Para Adriana Vilano Dinamarco, mestre em Psicologia Clínica pelo Instituto de Psicologia (IP) da USP, apesar da análise e do uso de dados ajudarem a traçar uma personalidade, a estruturar pesquisas acerca do comportamento e a compreender um público e a situação de meio em que uma pessoa está inserida, é impossível que os dados façam o papel que o ser humano ocupa na avaliação psicológica, na área da psicanálise, por exemplo. “Ainda não conseguimos mapear o inconsciente por meio de instrumentos. O inconsciente é único, individual e faz parte da trajetória emocional de cada um que, nem sempre, está ‘registrada’ naquilo que os dados podem capturar”, afirma.

A utilização do Big Data influencia, também, na forma com que as pessoas estão inseridas em suas realidades. Adriana remonta o uso de dados a uma noção que se tem do Big Brother, de que estamos sempre sendo observados e de que nossa vida está sendo orquestrada pelo outro. “Quanto mais o Big Data avança, mais temos a sensação de que tudo que fazemos está sendo visto e pode ser arrumado e personalizado para nós. O consumidor, ao entrar em uma loja online, por exemplo, tem a sensação de que a loja é feita para ele, justamente porque o Big Data acaba armazenando dados de preferências capazes de direcionar a pessoa a consumir mais”. Do outro lado da moeda, Adriana ressalta que os donos das empresas podem ter uma falsa impressão de que, com esses dados em mãos, conhecem completamente seus clientes, como se não existissem mais mistérios acerca da individualidade das pessoas.

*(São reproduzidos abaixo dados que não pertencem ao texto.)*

@dataclass
class ColumnDraft:
    """What the draft proposes for one column (no raw value of the data)."""

    name: str
    kind: str                          # categorical, numeric, binned or drop
    fields: dict[str, Any] = field(default_factory=dict)
    notes: dict[str, str] = field(default_factory=dict)   # field -> the REVIEW note on its line
    about: list[str] = field(default_factory=list)        # comment lines above the column
    grouped_values: int = 0            # distinct values left to <other>
    grouped_rows: int = 0
    subject_candidate: bool = False
    epsilon: float = 0.0               # the suggested eps (privatized columns)
    planner_note: str | None = None

    @property
    def summary(self) -> str:
        f = self.fields
        if self.kind == "categorical":
            extra = (" + missing" if f.get("missing") else "") + (" + other" if f.get("unknown") else "")
            text = f"{len(f['categories'])} categories{extra}"
            if self.grouped_values:
                text += f" ({self.grouped_values} rare value(s) grouped into <other>)"
            return text
        if self.kind == "binned":
            return f"{len(f['bins']) - 1} bins on [{_num(f['bins'][0])}, {_num(f['bins'][-1])}]"
        if self.kind == "numeric":
            return f"bounds [{_num(f['bounds'][0])}, {_num(f['bounds'][1])}]"
        return "not released"


def _num(v: float) -> str:
    from .policy import number_label

    return number_label(round(float(v), 10))


def _nice_step(x: float, whole: bool) -> float:
    """The smallest 1, 2, 2.5 or 5 times a power of ten at or above ``x`` (at least 1 for whole numbers)."""
    if not x > 0 or not math.isfinite(x):
        return 1.0
    e = math.floor(math.log10(x))
    for f in (1.0, 2.0, 2.5, 5.0, 10.0):
        step = f * 10.0 ** e
        if step >= x * (1 - 1e-12):
            break
    return max(step, 1.0) if whole else step


def _round_sig(v: float, whole: bool) -> float:
    """``v`` to two significant digits (whole numbers stay whole)."""
    if v == 0:
        return 0.0
    step = 10.0 ** (math.floor(math.log10(abs(v))) - 1)
    step = max(step, 1.0) if whole else step
    return round(round(v / step) * step, 10)


def _bounds(st: _Stats) -> tuple[float, float, float]:
    """Rounded, generalised bounds (lo, hi) from the 1st-99th percentiles, and the step used:
    outward to a round step, and one more step out where that lands on the observed extreme."""
    p_lo, p_hi = st.quantiles([0.01, 0.99])
    width = p_hi - p_lo
    if width <= 0:
        width = max(abs(p_hi), 1.0)
    step = _nice_step(width / 10.0, st.whole)
    lo = round(math.floor(p_lo / step + 1e-9) * step, 10)
    hi = round(math.ceil(p_hi / step - 1e-9) * step, 10)
    tol = 1e-9 * step
    if abs(lo - st.vmin) <= tol:
        lo = round(lo - step, 10)
    if abs(hi - st.vmax) <= tol:
        hi = round(hi + step, 10)
    if hi <= lo:
        hi = round(lo + step, 10)
    return lo, hi, step


def _skewed(st: _Stats) -> bool:
    p10, p50, p90 = st.quantiles([0.1, 0.5, 0.9])
    return p90 > p10 and abs((p90 + p10 - 2 * p50) / (p90 - p10)) > SKEW_LIMIT


def _bins(st: _Stats, lo: float, hi: float) -> list[float]:
    qs = st.quantiles([0.1, 0.25, 0.5, 0.75, 0.9])
    inner = sorted({_round_sig(q, st.whole) for q in qs})
    edges = [lo] + [e for e in inner if lo < e < hi] + [hi]
    if len(edges) < 3:
        edges = [lo, _round_sig((lo + hi) / 2, st.whole), hi]
        if not lo < edges[1] < hi:
            edges = [lo, round((lo + hi) / 2, 10), hi]
    return edges


def _label_sort_key(label: str) -> tuple[int, float, str]:
    try:
        return (0, float(label), label)
    except ValueError:
        return (1, 0.0, label)


def _drop(name: str, why: str, about: list[str] | None = None) -> ColumnDraft:
    return ColumnDraft(name, "drop", {"type": "drop"}, {"type": why}, about or [])


def propose_column(name: str, st: _Stats, min_count: int) -> ColumnDraft:
    """The draft's proposal for one column from its profile."""
    present = st.rows - st.missing
    toks = set(_tokens(name))
    if st.kind == "other":
        return _drop(name, "stored as a type the release cannot privatize (lists, structs or bytes); not released")
    if present == 0:
        return _drop(name, "every cell is missing: nothing to release")
    by_name = bool(toks & IDENTIFIER_WORDS)
    # numbers are an identifier only when they look like a code: whole numbers packed in a range a
    # few times the rows (staff numbers 10001..14000), not a measure spread widely (pay, amounts)
    code_like = st.numeric and st.whole and st.n > 0 and (st.vmax - st.vmin + 1) <= CODE_SPREAD * present
    unique = (present >= UNIQUE_MIN_ROWS and st.batch_distinct >= UNIQUE_SHARE * present
              and (not st.numeric or code_like))
    if by_name or unique:
        why = ("its name looks like an identifier" if by_name else
               "its values are nearly unique per row (an identifier)")
        d = _drop(name, f"{why}: never released; if it is not about a person, give it a type after review")
        d.subject_candidate = st.missing == 0 and not st.temporal and (unique or bool(toks & _KEY_WORDS)) and not (
            toks & _NOT_KEY_WORDS)
        return d
    distinct = st.distinct()
    if distinct == 1 and st.missing == 0:
        return _drop(name, "one value only: nothing to learn from it (type: public would copy it in the clear, "
                           "NOT protected by local DP)")
    small = st.numeric and st.whole and distinct is not None and distinct <= SMALL_INT_LEVELS
    if st.numeric and st.n > 0 and not small:
        return _propose_number(name, st, present, min_count)
    return _propose_categories(name, st, min_count)


def _propose_categories(name: str, st: _Stats, min_count: int) -> ColumnDraft:
    """A column released as categories: the values seen at least ``min_count`` times, the rest to <other>."""
    from .policy import MISSING_LABEL, OTHER_LABEL

    if st.distinct() is None:
        return _drop(name, f"more than {DISTINCT_CAP} distinct values: free text, an identifier or a fine code; "
                           "recode it into a few groups before release if partners need it")
    assert st.counts is not None
    values = st.counts.column("value").to_pylist()
    counts = st.counts.column("n").to_numpy()
    frequent = counts >= min_count
    # never a category: empty once trimmed, the reserved labels, and a stored NaN (the release reads it as "nan")
    reserved = ["", MISSING_LABEL, OTHER_LABEL] + (["nan"] if st.kind == "number" else [])
    unusable = np.isin(np.asarray(values, dtype=object), reserved)
    keep = frequent & ~unusable
    labels = [v for v, k in zip(values, keep) if k]
    grouped_values, grouped_rows = int((~frequent).sum()), int(counts[~frequent].sum())
    odd_values, odd_rows = int((frequent & unusable).sum()), int(counts[frequent & unusable].sum())
    if not labels:
        return _drop(name, f"no value is seen {min_count} times or more: every value would single people out; "
                           "recode it into larger groups before release")
    if len(labels) == 1 and grouped_values + odd_values == 0 and st.missing == 0:
        return _drop(name, "one value only: nothing to learn from it (type: public would copy it in the clear, "
                           "NOT protected by local DP)")
    labels.sort(key=_label_sort_key)
    d = ColumnDraft(name, "categorical", {"type": "categorical", "categories": labels}, {
        "type": "categories: text values" if not st.numeric else
                f"categories: whole numbers with at most {SMALL_INT_LEVELS} distinct values",
        "categories": f"the values seen at least {min_count} times (in label order, not by frequency); check it "
                      "is the full list partners may know"})
    d.grouped_values, d.grouped_rows = grouped_values, grouped_rows
    if grouped_values or odd_values:
        d.fields["unknown"] = "as-category"
        notes = []
        if grouped_values:
            notes.append(f"{grouped_values} value(s) seen fewer than {min_count} times ({grouped_rows} row(s)) are "
                         "not listed: they are released as <other>, so no rare value is named")
        if odd_values:
            notes.append(f"{odd_values} frequent value(s) ({odd_rows} row(s)) cannot be a category (empty once "
                         "trimmed, a stored NaN, or the reserved <missing> / <other>) and are released as <other> too")
        d.notes["unknown"] = "; ".join(notes)
    if st.missing:
        d.fields["missing"] = "as-category"
        d.notes["missing"] = "missing cells seen: released as the answer <missing>"
    return d


def _propose_number(name: str, st: _Stats, present: int, min_count: int) -> ColumnDraft:
    if present < min_count:
        return _drop(name, f"fewer than {min_count} values: too few to release without singling people out")
    lo, hi, _ = _bounds(st)
    about = ["the bounds are rounded outward from the 1st-99th percentiles (never the observed minimum or",
             "maximum, which is someone's value); values outside are clipped. Use the column's natural limits",
             "(e.g. 0) instead if they are known."]
    if st.infinite:
        about.append("infinite values seen: the release refuses them; clean the column first.")
    if _skewed(st):
        edges = _bins(st, lo, hi)
        d = ColumnDraft(name, "binned", {"type": "numeric", "bins": edges}, {
            "type": "numbers, released as bins (frequencies)",
            "bins": "skewed column: bins with rounded edges near its deciles and quartiles; values outside are "
                    "clipped into the first or last bin"}, about)
    else:
        d = ColumnDraft(name, "numeric", {"type": "numeric", "bounds": [lo, hi]}, {
            "type": "numbers, released as a bounded number (mean)",
            "bounds": "rounded, generalised bounds; values outside are clipped"}, about)
    if st.missing:
        d.fields["missing"] = "as-answer"
        d.notes["missing"] = ("missing cells seen: 'missing' is released as its own answer (or use {fill: V} "
                              "with a value within the bounds)")
    return d


def suggest_epsilon(d: ColumnDraft, rows: int, target_se: float, target_relative_se: float) -> float:
    """The smallest eps at which the planner predicts the targets are met at ``rows`` rows, or
    ``DRAFT_DEFAULT_EPSILON`` (with ``d.planner_note`` saying so) when no eps up to 50 does."""
    from .plan import min_epsilon
    from .policy import CategoricalColumn, NumericColumn, Quality, resolve_column

    model = CategoricalColumn if d.kind == "categorical" else NumericColumn
    col = model.model_validate({**d.fields, "epsilon": 1.0})
    quality = Quality(max_se=target_se, max_relative_se=target_relative_se)
    eps = min_epsilon(resolve_column(d.name, col), rows, 1.0, quality)
    if eps is None:
        d.planner_note = (f"the planner finds no eps up to 50 that meets the targets at {rows} rows: the "
                          f"placeholder {DRAFT_DEFAULT_EPSILON:g} is written; more rows or looser targets are needed")
        return DRAFT_DEFAULT_EPSILON
    what = "frequency share SE" if d.kind in ("categorical", "binned") else "mean SE as a share of the width"
    target = target_se if d.kind in ("categorical", "binned") else target_relative_se
    d.planner_note = (f"the smallest eps meeting a {what} of {target:g} at {rows} rows (planner); one report can "
                      f"shift the odds about a person's value by up to e^eps = {math.exp(eps):.3g}")
    return float(eps)


# -- the YAML text ----------------------------------------------------------------------------

def yaml_scalar(value: Any) -> str:
    """One YAML scalar on one line: text double-quoted (escapes for anything unprintable), numbers plain."""
    if isinstance(value, bool):
        return "true" if value else "false"
    if isinstance(value, (int, float)):
        return _num(value)
    text = yaml.dump(str(value), default_style='"', allow_unicode=True, width=2 ** 31)
    return text.removesuffix("\n...\n").rstrip("\n")


def _flow(values: list[Any]) -> str:
    return "[" + ", ".join(yaml_scalar(v) for v in values) + "]"


HEADER = """\
# DRAFT release policy written by `ldpt policy draft` from a profile of the table. NOT REVIEWED.
# It is a starting point, not a decision: the steward must review every line with the privacy
# officer (and local law) before any release, and remove this header once done.
# - eps is a policy choice: the values below only meet the precision targets the planner was
#   given; they do not say how much protection is enough.
# - Local DP protects only the privatized columns: a column given type: public is copied in the
#   clear and is NOT protected.
# - Columns kept together can be linked with other sources (a place, a role and a length of
#   service may single a person out even when each column is randomized); drop what partners do
#   not need.
# - Every decision is marked `# REVIEW:`. Categories seen fewer than the minimum count are not
#   listed (they go to <other>); bounds are rounded outward, never an observed extreme.
# - This file is steward-only: keep it in a private folder; partners see the policy only through
#   the manifest of a release.
"""
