def _vmhwm_kb() -> int:
    try:
        with open("/proc/self/status") as f:
            for line in f:
                if line.startswith("VmHWM:"):
                    return int(line.split()[1])
    except OSError:
        pass
    return -1


def _child_copy(a: dict) -> dict:
    import pyarrow.csv as pacsv
    import pyarrow.parquet as pq

    src, dst = a["input"], a["output"]
    t0 = time.perf_counter()
    rows = 0
    if src.endswith(".parquet"):
        pf = pq.ParquetFile(src)
        # Same writer settings as ldptransform.io.BatchWriter.
        with pq.ParquetWriter(dst, pf.schema_arrow, compression="zstd", use_dictionary=True,
                              write_statistics=False) as w:
            for b in pf.iter_batches(batch_size=a["batch_rows"]):
                w.write_batch(b)
                rows += b.num_rows
    else:
        reader = pacsv.open_csv(src, read_options=pacsv.ReadOptions(block_size=1 << 22))
        with pacsv.CSVWriter(dst, reader.schema) as w:
            for b in reader:
                w.write_batch(b)
                rows += b.num_rows
    return {"seconds": time.perf_counter() - t0, "rows": rows}


def _child_privatize(a: dict) -> dict:
    from ldptransform.keys import load_key
    from ldptransform.policy import load_policy
    from ldptransform.release import privatize

    lp = load_policy(a["policy"])
    key = load_key(a["key"])
    t0 = time.perf_counter()
    res = privatize(a["input"], lp, key, a["output"],
                    batch_rows=a["batch_rows"], overwrite=True, nonce=FIXED_NONCE)
    return {"seconds": time.perf_counter() - t0, "rows": res.manifest.rows, "sha256": res.manifest.extract.sha256}


def _child_parts(a: dict) -> dict:
    """privatize into a Parquet dataset, local engine or dask (a LocalCluster started first)."""
    import shutil

    from ldptransform.keys import load_key
    from ldptransform.policy import load_policy
    from ldptransform.release import privatize

    lp = load_policy(a["policy"])
    key = load_key(a["key"])
    out = Path(a["output"])
    if out.exists():
        shutil.rmtree(out)
    kw: dict = {}
    cluster = None
    start = 0.0
    if a["engine"] == "dask":
        import logging

        from distributed import LocalCluster

        t0 = time.perf_counter()
        cluster = LocalCluster(n_workers=DASK_WORKERS, threads_per_worker=1, processes=True, dashboard_address=None,
                               silence_logs=logging.ERROR)
        start = time.perf_counter() - t0
        kw = {"engine": "dask", "scheduler": cluster.scheduler_address}
    try:
        t0 = time.perf_counter()
        res = privatize(a["input"], lp, key, out,
                        batch_rows=a["batch_rows"], overwrite=True, nonce=FIXED_NONCE, **kw)
        secs = time.perf_counter() - t0
    finally:
        if cluster is not None:
            cluster.close()
    return {"seconds": secs, "rows": res.manifest.rows, "sha256": res.manifest.extract.sha256,
            "cluster_start_seconds": start}


def _child_estimate(a: dict) -> dict:
    from ldptransform.estimate import estimate

    t0 = time.perf_counter()
    res = estimate(a["extract"])
    return {"seconds": time.perf_counter() - t0, "rows": res["rows"]}
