def ledger_prepass(src: TableSource, plans: list[ColumnPlan], policy: LoadedPolicy, key: SecretKey,
                   batch_rows: int, sampler: ColumnSampler | None, ledger: Any | None,
                   cap: float | None) -> LedgerCharges:
    """Read only the subject column and the memoized columns, in batches, and work out each
    subject's charge for this release.  Under split a row costs the eps of its non-memoized
    privatized columns, plus each memoized column's eps when the (subject, value) hash differs from
    the ledger's last recorded one for that column (first release: charged).  Under sample a row
    costs epsilon_per_row_used, memoized or not (simple and conservative).  Rows of one subject add
    up.  ``ledger`` None: no ledger yet (nothing spent, no last values).  Nothing is written."""
    from .ledger import memo_value_hashes, subject_hashes

    subject = policy.policy.subject_key
    assert subject is not None
    memo_plans = [replace(p, diag=ColumnDiagnostics()) for p in plans if p.memo is not None]  # no double counts
    contexts = {p.rc.name: memo_context(p.rc) for p in memo_plans}
    priv = [p for p in plans if p.rc.mechanism is not None]
    sample = sampler is not None
    base = policy.epsilon_total if sample else sum(p.rc.mechanism.epsilon for p in priv if p.memo is None)
    hashes: list[np.ndarray] = []
    charges: list[np.ndarray] = []
    memo: dict[str, list[tuple[np.ndarray, np.ndarray, np.ndarray]]] = {p.rc.name: [] for p in memo_plans}
    row0 = 0
    for batch in src.batches([subject] + [p.rc.name for p in memo_plans], batch_rows):
        n = batch.num_rows
        col = batch.column(subject)
        sh = subject_hashes(key, subject_text(col, subject, row0))
        eps = np.full(n, float(base))
        reported = sampler.reported(row0, n) if sample else None
        subjects = subject_bytes(col, subject, row0) if memo_plans else None
        where = ledger.positions(sh) if ledger is not None and memo_plans and not sample else None
        for p in memo_plans:
            values = batch.column(p.rc.name)
            if p.rc.type == "categorical":
                codes = encode_categorical(values, p, row0)
            elif p.rc.type == "binned":
                codes = encode_binned(values, p, row0)
            else:
                assert subjects is not None
                _, codes = memo_round(p, encode_numeric(values, p, row0), subjects)
            vh = memo_value_hashes(key, p.rc.name, contexts[p.rc.name], sh, codes)
            rows = np.arange(row0, row0 + n, dtype=np.int64)
            if reported is not None:  # sample: the state is the last value a row *reported*
                rep = reported[:, p.sample_index]
                rows, shr, vhr = rows[rep], sh[rep], vh[rep]
            else:
                shr, vhr = sh, vh
                last = (ledger.last_values(p.rc.name, sh, where) if ledger is not None
                        else np.zeros(n, dtype=sh.dtype))
                eps += np.where(vh != last, p.rc.mechanism.epsilon, 0.0)
            memo[p.rc.name].append((rows, shr, vhr))
        hashes.append(sh)
        charges.append(eps)
        row0 += n
    all_h = np.concatenate(hashes) if hashes else np.zeros(0, dtype="S32")
    all_e = np.concatenate(charges) if charges else np.zeros(0)
    uniq, inv = np.unique(all_h, return_inverse=True)
    inv = inv.reshape(-1)
    eps_u = np.bincount(inv, weights=all_e, minlength=len(uniq))
    if cap is not None:
        total = (ledger.spent(uniq) if ledger is not None else np.zeros(len(uniq))) + eps_u
        from .ledger import CAP_TOLERANCE

        within = total <= cap * (1 + CAP_TOLERANCE)
        over = int((~within).sum())
        overshoot = float((total - cap).max()) if over else 0.0
    else:
        within, over, overshoot = np.ones(len(uniq), dtype=bool), 0, 0.0
    memo_cat = {}
    for c, parts in memo.items():
        memo_cat[c] = tuple(np.concatenate([pt[i] for pt in parts]) if parts else np.zeros(0, dtype=dt)
                            for i, dt in enumerate((np.int64, "S32", "S32")))
    return LedgerCharges(uniq, eps_u, within, within[inv], memo_cat, over, max(overshoot, 0.0))


# -- datasets: one output part per input fragment ---------------------------------------------

@dataclass
class PartJob:
    """What every part of a release shares (picklable: sent to workers by the dask engine).
    The plans carry only keys derived for this release and column, never the secret key."""

    read_cols: list[str]
    batch_rows: int
    plans: list[ColumnPlan]
    schema: pa.Schema
    sampler: ColumnSampler | None
    subject_key: str | None
    dictionary: list[str] = field(default_factory=list)  # Parquet text columns read dictionary-encoded


@dataclass
class PartResult:
    file: str
    sha256: str
    bytes: int
    rows: int                     # rows written (fewer than input_rows under --allow-partial)
    input_rows: int
    diag: dict[str, dict[str, int]]  # steward-only diagnostics of this part
    reported: dict[str, int]


def write_part(job: PartJob, batches: Any, row0: int, keep: np.ndarray | None, path: Path, *,
               on_batch: Callable[[int], None] | None = None) -> PartResult:
    """Privatize rows [row0, row0 + n) given as ``batches`` into the Parquet file ``path``.
    Pure apart from writing ``path``: the same rows, row0, plans and nonce give the same bytes
    on any machine, in any order of parts."""
    plans = [replace(p, diag=ColumnDiagnostics(), reported=0) for p in job.plans]
    writer = BatchWriter(Path(path), "parquet", job.schema)
    rows = released = 0
    try:
        for batch in batches:
            n = batch.num_rows
            out_batch = privatize_batch(batch, row0 + rows, plans, job.schema, job.sampler, job.subject_key)
            if keep is not None:
                out_batch = out_batch.filter(pa.array(keep[rows:rows + n]))
            writer.write(out_batch)
            released += out_batch.num_rows
            rows += n
            if on_batch is not None:
                on_batch(n)
    finally:
        writer.close()
    digest, size = sha256_file(Path(path))
    return PartResult(Path(path).name, digest, size, released, rows,
                      {p.rc.name: p.diag.as_dict() for p in plans if p.rc.mechanism is not None},
                      {p.rc.name: p.reported for p in plans if p.rc.mechanism is not None})


def fragment_part(job: PartJob, fs: Any, frag: Any, keep: np.ndarray | None, folder: str) -> PartResult:
    """One Parquet fragment of the input -> its output part (what a dask worker runs)."""
    batches = _rebatch(read_fragment(fs, frag, job.read_cols, job.batch_rows, job.dictionary), job.batch_rows)
    return write_part(job, batches, frag.row0, keep, Path(folder) / frag.part_name)


class RowCutter:
    """Cuts a stream of batches into consecutive runs of a given number of rows, lazily
    (slicing a batch at a boundary), so that a part is written while it is read."""

    def __init__(self, batches: Any) -> None:
        self._it = iter(batches)
        self._head: pa.RecordBatch | None = None

    def take(self, n: int) -> Any:
        left = n
        while left > 0:
            if self._head is None:
                self._head = next(self._it, None)
                if self._head is None:
                    return
            b = self._head
            if b.num_rows <= left:
                self._head = None
                left -= b.num_rows
                if b.num_rows:
                    yield b
            else:
                self._head = b.slice(left)
                yield b.slice(0, left)
                left = 0

    def exhausted(self) -> bool:
        while self._head is None or self._head.num_rows == 0:
            self._head = next(self._it, None)
            if self._head is None:
                return True
        return False


def _keep_slice(keep: np.ndarray | None, row0: int, n: int) -> np.ndarray | None:
    return None if keep is None else keep[row0:row0 + n]


def run_parts_local(job: PartJob, src: Any, keep: np.ndarray | None, folder: Path, fragment_rows: int,
                    staged: StagedFiles, on_progress: Callable[[int], None] | None) -> list[PartResult]:
    """The local engine's dataset output: parts one after the other, in order."""

    def tick(n: int) -> None:
        staged.check()
        if on_progress is not None:
            on_progress(n)

    results: list[PartResult] = []
    ds = src.parquet_dataset(fragment_rows) if hasattr(src, "parquet_dataset") else None
    if ds is not None:
        for frag in ds.fragments:
            batches = _rebatch(read_fragment(ds.fs, frag, job.read_cols, job.batch_rows, job.dictionary),
                               job.batch_rows)
            results.append(write_part(job, batches, frag.row0, _keep_slice(keep, frag.row0, frag.rows),
                                      folder / frag.part_name, on_batch=tick))
    else:  # CSV (or a frame): parts of fragment_rows rows, cut while reading
        cutter = RowCutter(src.batches(job.read_cols, job.batch_rows))
        row0 = 0
        while True:
            i = len(results)
            part_keep = _keep_slice(keep, row0, fragment_rows)
            res = write_part(job, _rebatch(cutter.take(fragment_rows), job.batch_rows), row0, part_keep,
                             folder / PART_NAME.format(i), on_batch=tick)
            results.append(res)
            row0 += res.input_rows
            if cutter.exhausted():
                break
    if not results:  # a dataset without row groups: one empty part keeps the schema
        results.append(write_part(job, iter(()), 0, None, folder / PART_NAME.format(0)))
    return results


@dataclass
class ReleaseResult:
    manifest: Manifest
    extract_path: Path
    manifest_path: Path
    diagnostics_path: Path
    seconds: float
    ledger_path: Path | None = None
    ledger_release_id: int | None = None
    held_back_subjects: int = 0  # --allow-partial: data-dependent, steward's stderr and diagnostics only
    held_back_rows: int = 0
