"""Numerics shared by the solvers: least-squares gradients, boundary reconstruction, linear solves."""

from .gradients import GradientOperator, least_squares_gradient
from .linear import LinearResult, LinearSettings, solve_linear
from .reconstruct import boundary_gradients

__all__ = ["GradientOperator", "LinearResult", "LinearSettings", "boundary_gradients", "least_squares_gradient", "solve_linear"]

“Precisamos pensar na manipulação que pode ser construída a partir desses dados na mão de pessoas mal intencionadas. No caso da política, por exemplo, ao realizar uma pesquisa de dados comportamentais, seria possível identificar o que o povo quer ouvir, como ele quer ouvir e onde ele quer ouvir. Isso criaria uma campanha política direcionada”, alerta. Para a pesquisadora, entretanto, o uso do Big Data não é de todo maléfico e possui grandes contribuições em outras áreas. “A manipulação já existe de inúmeras outras formas, portanto, o Big Data seria somente uma forma de potencializá-la. O uso de dados em diversas esferas, inclusive psicológicas, pode e deve ser considerado, desde que visando a aprimorar o fazer científico e cotidiano”.